> **Aim of the task**
Please return the lines of the data below, word for word, from the first line through the line containing "def _files_for(pkg: PackageRecord, folders: list[Path])".

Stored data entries
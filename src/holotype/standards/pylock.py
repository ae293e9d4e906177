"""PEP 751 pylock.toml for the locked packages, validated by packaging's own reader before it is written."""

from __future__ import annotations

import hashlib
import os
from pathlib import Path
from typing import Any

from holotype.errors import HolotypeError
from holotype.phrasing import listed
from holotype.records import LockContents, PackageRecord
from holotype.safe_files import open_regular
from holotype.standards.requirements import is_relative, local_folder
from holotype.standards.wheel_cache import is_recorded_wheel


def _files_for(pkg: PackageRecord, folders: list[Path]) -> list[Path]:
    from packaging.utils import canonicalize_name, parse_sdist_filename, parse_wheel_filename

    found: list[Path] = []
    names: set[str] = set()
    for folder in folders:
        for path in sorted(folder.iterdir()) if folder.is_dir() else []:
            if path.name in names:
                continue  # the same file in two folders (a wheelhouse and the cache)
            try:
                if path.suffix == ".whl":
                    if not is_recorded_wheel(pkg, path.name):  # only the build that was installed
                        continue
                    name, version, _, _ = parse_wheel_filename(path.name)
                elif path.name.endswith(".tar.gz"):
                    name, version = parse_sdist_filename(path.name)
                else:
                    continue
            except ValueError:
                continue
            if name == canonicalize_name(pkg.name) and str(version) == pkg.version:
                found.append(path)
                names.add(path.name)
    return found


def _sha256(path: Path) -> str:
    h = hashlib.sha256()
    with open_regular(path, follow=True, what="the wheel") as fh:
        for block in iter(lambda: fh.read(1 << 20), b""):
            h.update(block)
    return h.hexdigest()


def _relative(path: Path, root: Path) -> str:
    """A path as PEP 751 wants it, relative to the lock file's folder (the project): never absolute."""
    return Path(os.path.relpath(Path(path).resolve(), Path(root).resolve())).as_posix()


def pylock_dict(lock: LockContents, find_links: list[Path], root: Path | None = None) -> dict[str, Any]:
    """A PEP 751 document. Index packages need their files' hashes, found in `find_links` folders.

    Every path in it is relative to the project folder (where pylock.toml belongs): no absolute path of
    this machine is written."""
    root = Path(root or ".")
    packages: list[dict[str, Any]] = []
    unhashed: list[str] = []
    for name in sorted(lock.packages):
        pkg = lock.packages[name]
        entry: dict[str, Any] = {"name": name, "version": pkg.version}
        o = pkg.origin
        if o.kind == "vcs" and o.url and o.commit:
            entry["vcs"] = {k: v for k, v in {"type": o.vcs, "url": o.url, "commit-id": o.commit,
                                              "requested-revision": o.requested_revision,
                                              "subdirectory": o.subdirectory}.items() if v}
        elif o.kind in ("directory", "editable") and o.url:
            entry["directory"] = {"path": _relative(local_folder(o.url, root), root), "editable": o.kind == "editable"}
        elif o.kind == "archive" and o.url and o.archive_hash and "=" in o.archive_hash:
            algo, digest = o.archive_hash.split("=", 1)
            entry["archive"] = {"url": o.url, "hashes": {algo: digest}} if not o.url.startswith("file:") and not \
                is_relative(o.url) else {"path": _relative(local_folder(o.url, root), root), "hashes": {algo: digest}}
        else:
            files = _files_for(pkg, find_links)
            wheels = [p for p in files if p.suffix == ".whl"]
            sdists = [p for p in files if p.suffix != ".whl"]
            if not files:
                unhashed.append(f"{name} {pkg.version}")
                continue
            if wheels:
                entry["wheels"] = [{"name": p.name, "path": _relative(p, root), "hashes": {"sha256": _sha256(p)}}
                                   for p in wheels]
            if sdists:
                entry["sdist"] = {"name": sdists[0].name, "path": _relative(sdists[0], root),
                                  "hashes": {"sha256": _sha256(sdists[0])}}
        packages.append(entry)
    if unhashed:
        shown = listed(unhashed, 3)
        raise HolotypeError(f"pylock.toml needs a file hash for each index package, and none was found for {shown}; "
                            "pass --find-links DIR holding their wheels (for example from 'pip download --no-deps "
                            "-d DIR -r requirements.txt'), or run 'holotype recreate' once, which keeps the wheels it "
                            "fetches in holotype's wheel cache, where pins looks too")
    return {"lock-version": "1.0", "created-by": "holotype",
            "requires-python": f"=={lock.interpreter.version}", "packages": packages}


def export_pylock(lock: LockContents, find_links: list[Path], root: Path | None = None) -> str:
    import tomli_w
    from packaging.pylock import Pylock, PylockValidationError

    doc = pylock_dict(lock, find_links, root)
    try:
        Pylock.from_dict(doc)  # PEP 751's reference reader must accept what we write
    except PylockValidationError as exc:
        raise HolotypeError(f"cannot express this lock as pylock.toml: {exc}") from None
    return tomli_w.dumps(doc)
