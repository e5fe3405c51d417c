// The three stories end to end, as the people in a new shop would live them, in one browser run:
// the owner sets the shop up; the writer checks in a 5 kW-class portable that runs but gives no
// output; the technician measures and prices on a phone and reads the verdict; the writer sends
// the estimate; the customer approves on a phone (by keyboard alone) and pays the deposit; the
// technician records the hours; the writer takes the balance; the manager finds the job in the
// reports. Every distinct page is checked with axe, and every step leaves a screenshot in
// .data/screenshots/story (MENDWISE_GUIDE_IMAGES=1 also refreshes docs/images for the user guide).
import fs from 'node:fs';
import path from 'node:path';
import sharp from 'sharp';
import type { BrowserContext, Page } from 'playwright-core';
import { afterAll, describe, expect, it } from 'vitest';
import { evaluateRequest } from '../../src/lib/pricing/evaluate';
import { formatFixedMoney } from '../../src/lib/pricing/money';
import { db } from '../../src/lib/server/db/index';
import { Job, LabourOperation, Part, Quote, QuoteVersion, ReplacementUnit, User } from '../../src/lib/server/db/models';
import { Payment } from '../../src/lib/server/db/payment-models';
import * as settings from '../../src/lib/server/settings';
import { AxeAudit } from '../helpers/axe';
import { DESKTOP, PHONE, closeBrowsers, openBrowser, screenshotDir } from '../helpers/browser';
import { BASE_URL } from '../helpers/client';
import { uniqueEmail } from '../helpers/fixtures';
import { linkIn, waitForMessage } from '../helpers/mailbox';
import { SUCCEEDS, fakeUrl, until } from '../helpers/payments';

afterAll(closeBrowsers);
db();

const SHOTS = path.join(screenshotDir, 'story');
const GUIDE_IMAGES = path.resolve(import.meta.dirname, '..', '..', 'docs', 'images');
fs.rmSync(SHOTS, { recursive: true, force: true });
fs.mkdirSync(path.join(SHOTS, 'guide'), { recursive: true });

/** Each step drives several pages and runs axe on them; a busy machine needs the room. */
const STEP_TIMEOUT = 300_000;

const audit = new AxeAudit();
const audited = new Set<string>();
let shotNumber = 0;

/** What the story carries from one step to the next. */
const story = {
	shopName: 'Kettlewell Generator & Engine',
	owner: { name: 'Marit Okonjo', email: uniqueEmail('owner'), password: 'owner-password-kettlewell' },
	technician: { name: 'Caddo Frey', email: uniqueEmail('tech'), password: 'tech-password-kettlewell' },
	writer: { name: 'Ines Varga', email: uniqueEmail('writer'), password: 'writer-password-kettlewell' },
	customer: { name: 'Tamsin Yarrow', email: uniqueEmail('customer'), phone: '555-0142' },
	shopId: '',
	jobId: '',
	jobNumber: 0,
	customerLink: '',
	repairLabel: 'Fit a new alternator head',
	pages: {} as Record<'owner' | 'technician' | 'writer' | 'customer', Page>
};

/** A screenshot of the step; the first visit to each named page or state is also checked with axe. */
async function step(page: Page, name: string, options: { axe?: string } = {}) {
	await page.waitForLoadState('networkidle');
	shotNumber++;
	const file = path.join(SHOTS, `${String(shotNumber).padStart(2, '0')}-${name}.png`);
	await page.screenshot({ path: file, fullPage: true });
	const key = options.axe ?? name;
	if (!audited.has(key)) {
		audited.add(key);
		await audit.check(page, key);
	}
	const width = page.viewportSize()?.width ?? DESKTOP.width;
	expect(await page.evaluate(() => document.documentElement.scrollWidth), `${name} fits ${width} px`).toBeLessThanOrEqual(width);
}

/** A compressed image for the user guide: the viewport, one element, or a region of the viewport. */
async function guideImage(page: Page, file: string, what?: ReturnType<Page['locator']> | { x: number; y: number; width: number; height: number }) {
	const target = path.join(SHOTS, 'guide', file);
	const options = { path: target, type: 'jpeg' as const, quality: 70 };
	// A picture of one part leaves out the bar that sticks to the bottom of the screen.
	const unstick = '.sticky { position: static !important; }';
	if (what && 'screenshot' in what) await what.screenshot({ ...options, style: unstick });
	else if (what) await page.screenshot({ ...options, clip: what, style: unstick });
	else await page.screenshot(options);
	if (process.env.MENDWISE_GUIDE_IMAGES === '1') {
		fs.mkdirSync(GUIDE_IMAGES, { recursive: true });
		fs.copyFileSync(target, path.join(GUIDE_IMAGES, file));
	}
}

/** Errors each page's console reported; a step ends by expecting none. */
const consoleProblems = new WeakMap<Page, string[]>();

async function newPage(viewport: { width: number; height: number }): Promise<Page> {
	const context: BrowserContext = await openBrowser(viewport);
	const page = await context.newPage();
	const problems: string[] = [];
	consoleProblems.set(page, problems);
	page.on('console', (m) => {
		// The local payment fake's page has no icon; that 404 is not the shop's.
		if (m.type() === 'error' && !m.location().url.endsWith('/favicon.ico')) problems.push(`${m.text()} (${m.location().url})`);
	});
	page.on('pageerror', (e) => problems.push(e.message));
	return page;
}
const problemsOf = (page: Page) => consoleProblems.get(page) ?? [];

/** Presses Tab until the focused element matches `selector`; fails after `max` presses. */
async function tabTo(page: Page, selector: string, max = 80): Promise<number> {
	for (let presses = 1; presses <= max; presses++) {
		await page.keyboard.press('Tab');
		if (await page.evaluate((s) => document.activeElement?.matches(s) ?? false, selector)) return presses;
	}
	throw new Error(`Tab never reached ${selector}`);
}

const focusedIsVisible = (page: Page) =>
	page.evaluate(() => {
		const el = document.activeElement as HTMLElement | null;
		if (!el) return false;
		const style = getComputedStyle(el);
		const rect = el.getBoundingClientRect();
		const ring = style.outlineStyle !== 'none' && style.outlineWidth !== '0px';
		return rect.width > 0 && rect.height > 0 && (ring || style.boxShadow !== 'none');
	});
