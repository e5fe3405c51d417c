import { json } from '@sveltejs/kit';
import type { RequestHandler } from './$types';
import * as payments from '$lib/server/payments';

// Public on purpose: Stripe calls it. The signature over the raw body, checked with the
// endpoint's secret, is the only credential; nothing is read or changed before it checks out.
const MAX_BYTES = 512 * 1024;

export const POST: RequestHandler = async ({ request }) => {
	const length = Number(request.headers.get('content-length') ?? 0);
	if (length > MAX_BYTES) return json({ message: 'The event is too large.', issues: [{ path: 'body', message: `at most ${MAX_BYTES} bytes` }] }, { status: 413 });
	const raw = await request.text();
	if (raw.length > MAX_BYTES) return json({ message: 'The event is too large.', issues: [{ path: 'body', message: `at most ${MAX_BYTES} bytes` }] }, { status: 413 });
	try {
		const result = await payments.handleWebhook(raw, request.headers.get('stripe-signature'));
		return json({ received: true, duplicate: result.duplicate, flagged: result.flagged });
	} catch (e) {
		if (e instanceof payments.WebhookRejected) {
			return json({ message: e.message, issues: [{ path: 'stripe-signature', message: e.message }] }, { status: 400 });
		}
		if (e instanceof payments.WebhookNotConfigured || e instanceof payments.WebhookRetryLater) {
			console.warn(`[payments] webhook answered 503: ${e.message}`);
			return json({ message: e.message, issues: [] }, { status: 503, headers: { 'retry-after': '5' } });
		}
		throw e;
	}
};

> **Your solution**
filename src/holotype/standards/pylock.py
repository ae293e9d4e906177
"""PEP 751 pylock.toml for the locked packages, validated by packaging's own reader before it is written."""

from __future__ import annotations

import hashlib
import os
from pathlib import Path
from typing import Any

from holotype.errors import HolotypeError
from holotype.phrasing import listed
from holotype.records import LockContents, PackageRecord
from holotype.safe_files import open_regular
from holotype.standards.requirements import is_relative, local_folder
from holotype.standards.wheel_cache import is_recorded_wheel


def _files_for(pkg: PackageRecord, folders: list[Path]) -> list[Path]:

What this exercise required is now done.